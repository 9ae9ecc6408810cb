import "server-only";
import { z } from "zod";
import { isPathLikeFileName } from "@coldtrail/core";
import type { EvidenceFile } from "@coldtrail/db";
import { MAX_UPLOAD_BYTES, UploadRejected, checkUpload, putFile } from "@/lib/server/storage";

/**
 * Evidence files, with the same storage and checks as certification cards: the real type is read from
 * the bytes (photos and PDF only), a size limit, a file name that looks like a path is refused, and the
 * object is stored under a key we make. The name shown is our own clean version of the file's name.
 */

type Issue = { code: "custom"; path: string[]; message: string };

export interface CheckedEvidence {
  bytes: Uint8Array;
  mime: string;
  ext: string;
  displayName: string;
}

function displayName(clientName: string, ext: string): string {
  const stem = clientName
    .replace(/\.[^.]*$/, "")
    .replace(/[^A-Za-z0-9 ._-]+/g, " ")
    .replace(/\s+/g, " ")
    .trim()
    .slice(0, 80);
  return `${stem || "evidence"}.${ext}`;
}

/** Checks an optional file part; returns the problems under `field` instead of throwing. */
export async function checkEvidenceFile(
  part: FormDataEntryValue | null,
  field = "file",
): Promise<{ file?: CheckedEvidence; issues: Issue[] }> {
  const refuse = (message: string) => ({ issues: [{ code: "custom" as const, path: [field], message }] });
  if (part === null || part === "") return { issues: [] };
  if (!(part instanceof File)) return refuse("Choose a photo or a PDF");
  if (part.size === 0) return refuse("The file is empty");
  if (isPathLikeFileName(part.name))
    return refuse("That file name is not accepted (it looks like a folder path); rename the file and try again");
  if (part.size > MAX_UPLOAD_BYTES)
    return refuse(`The file is larger than ${MAX_UPLOAD_BYTES / 1024 / 1024} MB; choose a smaller photo or scan`);
  const bytes = new Uint8Array(await part.arrayBuffer());
  try {
    const type = await checkUpload(bytes);
    return { file: { bytes, mime: type.mime, ext: type.ext, displayName: displayName(part.name, type.ext) }, issues: [] };
  } catch (err) {
    if (err instanceof UploadRejected) return refuse(err.message);
    throw err;
  }
}

export async function storeEvidence(
  file: CheckedEvidence,
  owner: { organisationId: number; findingId: number },
  note?: string | null,
): Promise<EvidenceFile> {
  const fileKey = await putFile({
    prefix: `findings/${owner.organisationId}/${owner.findingId}`,
    bytes: file.bytes,
    mime: file.mime,
    ext: file.ext,
  });
  return { fileKey, fileName: file.displayName, mime: file.mime, sizeBytes: file.bytes.byteLength, note: note ?? null };
}

/** Throws the collected problems as field errors (400), nothing written. */
export function refuseWith(issues: Issue[]): never {
  throw new z.ZodError(issues);
}

/** Reads a multipart form, or refuses with a message naming the field. */
export async function readForm(req: Request, field: string): Promise<FormData> {
  try {
    return await req.formData();
  } catch {
    refuseWith([{ code: "custom", path: [field], message: "Send the form as a file upload (multipart)" }]);
  }
}
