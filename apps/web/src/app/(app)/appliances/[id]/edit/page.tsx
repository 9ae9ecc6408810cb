import type { Metadata } from "next";
import Link from "next/link";
import { notFound, redirect } from "next/navigation";
import { subject } from "@casl/ability";
import { getAppliance, scopeByAbility } from "@coldtrail/db";
import { currentActor } from "@/lib/auth/current-actor";
import { db } from "@/lib/db";
import { ApplianceForm } from "../../appliance-form";

export const metadata: Metadata = { title: "Edit appliance" };

export default async function EditAppliancePage({ params }: { params: Promise<{ id: string }> }) {
  const signedIn = await currentActor();
  if (!signedIn) redirect("/sign-in");
  const { id } = await params;
  const numeric = Number(id);
  if (!Number.isInteger(numeric) || numeric <= 0) notFound();
  const appliance = await getAppliance(db(), { scope: scopeByAbility(signedIn.ability, "read", "Appliance", "appliances"), id: numeric });
  if (!appliance) notFound();
  if (signedIn.ability.cannot("update", subject("Appliance", { organisationId: appliance.organisationId, branchId: appliance.branchId })))
    redirect(`/appliances/${numeric}`);
  const branch = { id: appliance.branchId, name: appliance.branchName, massUnit: appliance.massUnit, timeZone: appliance.timeZone };
  return (
    <div className="mx-auto max-w-2xl">
      <Link href={`/appliances/${numeric}`} className="text-sm text-fjord-700 underline">
        ← {appliance.tag}
      </Link>
      <h1 className="text-2xl font-semibold text-ink-950">Edit {appliance.tag}</h1>
      <p className="mb-5 text-ink-600">
        Corrections of the refrigerant, full charge or kind are kept with their previous values and your reason.
      </p>
      <ApplianceForm mode="edit" branches={[branch]} appliance={appliance} />
    </div>
  );
}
· · · · ·
Nothing but the lines from the one with "nothing written. */" through the final line of the records above should appear, each copied exactly.

/** Throws the collected problems as field errors (400), nothing written. */
export function refuseWith(issues: Issue[]): never {
  throw new z.ZodError(issues);
}

/** Reads a multipart form, or refuses with a message naming the field. */
export async function readForm(req: Request, field: string): Promise<FormData> {
  try {
    return await req.formData();
  } catch {
    refuseWith([{ code: "custom", path: [field], message: "Send the form as a file upload (multipart)" }]);
  }
}
filename apps/web/src/app/(app)/appliances/[id]/edit/page.tsx
repository 9ae9ecc6408810cb
import type { Metadata } from "next";
import Link from "next/link";
import { notFound, redirect } from "next/navigation";
import { subject } from "@casl/ability";
import { getAppliance, scopeByAbility } from "@coldtrail/db";
import { currentActor } from "@/lib/auth/current-actor";
import { db } from "@/lib/db";
import { ApplianceForm } from "../../appliance-form";

export const metadata: Metadata = { title: "Edit appliance" };

export default async function EditAppliancePage({ params }: { params: Promise<{ id: string }> }) {
  const signedIn = await currentActor();
  if (!signedIn) redirect("/sign-in");
  const { id } = await params;
  const numeric = Number(id);
  if (!Number.isInteger(numeric) || numeric <= 0) notFound();
  const appliance = await getAppliance(db(), { scope: scopeByAbility(signedIn.ability, "read", "Appliance", "appliances"), id: numeric });
  if (!appliance) notFound();
  if (signedIn.ability.cannot("update", subject("Appliance", { organisationId: appliance.organisationId, branchId: appliance.branchId })))
    redirect(`/appliances/${numeric}`);
  const branch = { id: appliance.branchId, name: appliance.branchName, massUnit: appliance.massUnit, timeZone: appliance.timeZone };
  return (
    <div className="mx-auto max-w-2xl">
      <Link href={`/appliances/${numeric}`} className="text-sm text-fjord-700 underline">
        ← {appliance.tag}
      </Link>
      <h1 className="text-2xl font-semibold text-ink-950">Edit {appliance.tag}</h1>
      <p className="mb-5 text-ink-600">
        Corrections of the refrigerant, full charge or kind are kept with their previous values and your reason.
      </p>
      <ApplianceForm mode="edit" branches={[branch]} appliance={appliance} />
    </div>
  );
}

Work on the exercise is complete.